The third instalment of the Intergovernmental Panel on Climate Change’s (IPCC) sixth assessment report is “unequivocal about the need for scaling up climate solution technologies, including renewables,” the chief executive officer of the Institutional Investors Group on Climate Change (IIGCC) has said.
Published on Tuesday, the third part of what is known as AR6 is focussed on mitigation. Originally scheduled for release in July 2021, it was delayed for several months by the COVID-19 pandemic and, as highlighted by Eoin Murray, head of investment at Federated Hermes Limited, results from 16 days of negotiation, finished off by a final 40 hours straight line-by-line approval.
“That the summary of this 3rd report has proven to be so tricky to achieve agreement around is perhaps indicative of the issues of energy security highlighted by the current war in Ukraine,” Murray said.
“[The] report is essentially the latest assessment of climate change mitigation, providing a (relatively) definitive guide as to what actions can limit global warming – what further wake-up call is required by our industry of the necessity of shifting to renewables?”
At the IIGCC, CEO Stephanie Pfeiffer said that by highlighting the need to reduce emissions in industry, particularly those on the demand side in energy intensive sectors such as steel, cement and aviation, the IPCC’s latest report made clear “the fundamental and valuable role investors must play in helping companies in such sectors towards decarbonisation”.
“As ever, and as set out by Climate Action 100+’s global sector strategies,” she said, “this starts through effective and meaningful corporate engagement to ensure companies develop and implement credible net zero transition plans.
“This must be the absolute base for companies and investors globally.”
According to the IPCC, the latest report includes several new components in its latest report. These include a chapter exploring the “demand side”, i.e. what drives consumption and greenhouse gas emissions, a chapter on mitigation options that cut across sectors, including carbon dioxide removal techniques, and a new chapter on innovation, technology development and transfer.
“The report is unequivocal in the need for scaling up climate solution technologies, including renewables,” said IIGCC’s Pfeifer. “The investment gap between what is currently being allocated to such technologies and where it needs to be, must be cut rapidly; failure to do so threatens to undermine all mitigation efforts.

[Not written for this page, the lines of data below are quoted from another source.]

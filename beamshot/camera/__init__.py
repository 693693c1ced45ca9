"""Camera models: response curves, exposure relations, flat field."""
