- chord length l_eff = (2L/pi) sin(pi l/L) (Calabrese and Cardy, J. Stat. Mech. (2004) P06002);
- S_n(l) = (c/12)(1 + 1/n) log l_eff + const_n + A_n (-1)^l l_eff^(-K/n)   (same source for the
  smooth part; the alternating term that open ends produce for every n, n = 1 included:
  Laflorencie, Sorensen, Chang and Affleck, PRL 96, 100603 (2006); Calabrese, Campostrini,
  Essler and Nienhuis, PRL 104, 095701 (2010));
- block charge variance sigma^2(l) = (K/(2 pi^2)) log l_eff + const (half the bulk-interval
  value (K/pi^2) log l; Song, Rachel, Flindt, Klich, Laflorencie and Le Hur, PRB 85, 035409
  (2012), from memory);
- charged moments log Z_n(alpha)/Z_n(0) = -(K/n)(alpha/2pi)^2 log l_eff + ..., i.e. Gaussian in
  alpha with variance sigma^2/n (Goldstein and Sela, PRL 120, 200602 (2018));
- leading charge-resolved entropies S_n(q) = S_n - (1/2) log(2 pi sigma^2) + log(n)/(2(1 - n))
  and a Gaussian p(q) of variance sigma^2 (Goldstein and Sela 2018; Xavier, Alcaraz and Sierra,
  PRB 98, 041106 (2018); Bonsignori, Ruggiero and Calabrese, J. Phys. A 52, 475302 (2019));
- xxz chain, -1 < Delta <= 1: K = pi / (2 (pi - arccos Delta)) (Bethe ansatz; Luther and
  Peschel, PRB 12, 3908 (1975)).

Massive chains (Murciano, Di Giulio and Calabrese, JHEP 08 (2020) 073): once l >> xi the
logarithm of the block size is replaced by that of the correlation length xi (area law), with
the same prefactors; equipartition holds at leading order.

The leading forms carry O(1/log l) corrections that are large at reachable sizes; they serve
fits, trends and plots, not tight checks of lattice numbers.
"""

from __future__ import annotations

import math
from dataclasses import asdict, dataclass

import numpy as np
from scipy.linalg import lstsq
from scipy.optimize import minimize_scalar

# Range searched for the decay exponent of the alternating term when it is not given.
EXPONENT_RANGE = (0.0, 4.0)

“While investors alone cannot solve this problem, working with policy makers, regulators, industry and more, they have the leading role in ensuring the current investment gap becomes a thing of the past.”
Climate action is helping
Pfeiffer also said the report was “a powerful reminder not just to investors, but governments, companies and civil society of the role they all must play in facilitating emissions reductions at scale if global warming is to be limited to 1.5°C”.
“I am encouraged by climate action being taken in many countries. There are policies, regulations and market instruments that are proving effective”
IPCC chair Hoesung Lee
The IPCC said the scientists in Working Group III found increasing evidence of climate action. However, the report also states that limiting warming to around 1.5°C requires global greenhouse gas emissions to peak before 2025 at the latest, and be reduced by 43% by 2030.
“We are at a crossroads,” said IPCC chair Hoesung Lee. “The decisions we make now can secure a liveable future. We have the tools and know-how required to limit warming.
“I am encouraged by climate action being taken in many countries. There are policies, regulations and market instruments that are proving effective. If these are scaled up and applied more widely and equitably, they can support deep emissions reductions and stimulate innovation.”
The IPCC said the report demonstrated that financial flows are a factor of three to six times lower than levels needed by 2030 to limit warming to below 2°C.
There is sufficient global capital and liquidity to close investment gaps, it said, but this relies on clear signalling from governments and the international community, including a stronger alignment of public sector finance and policy.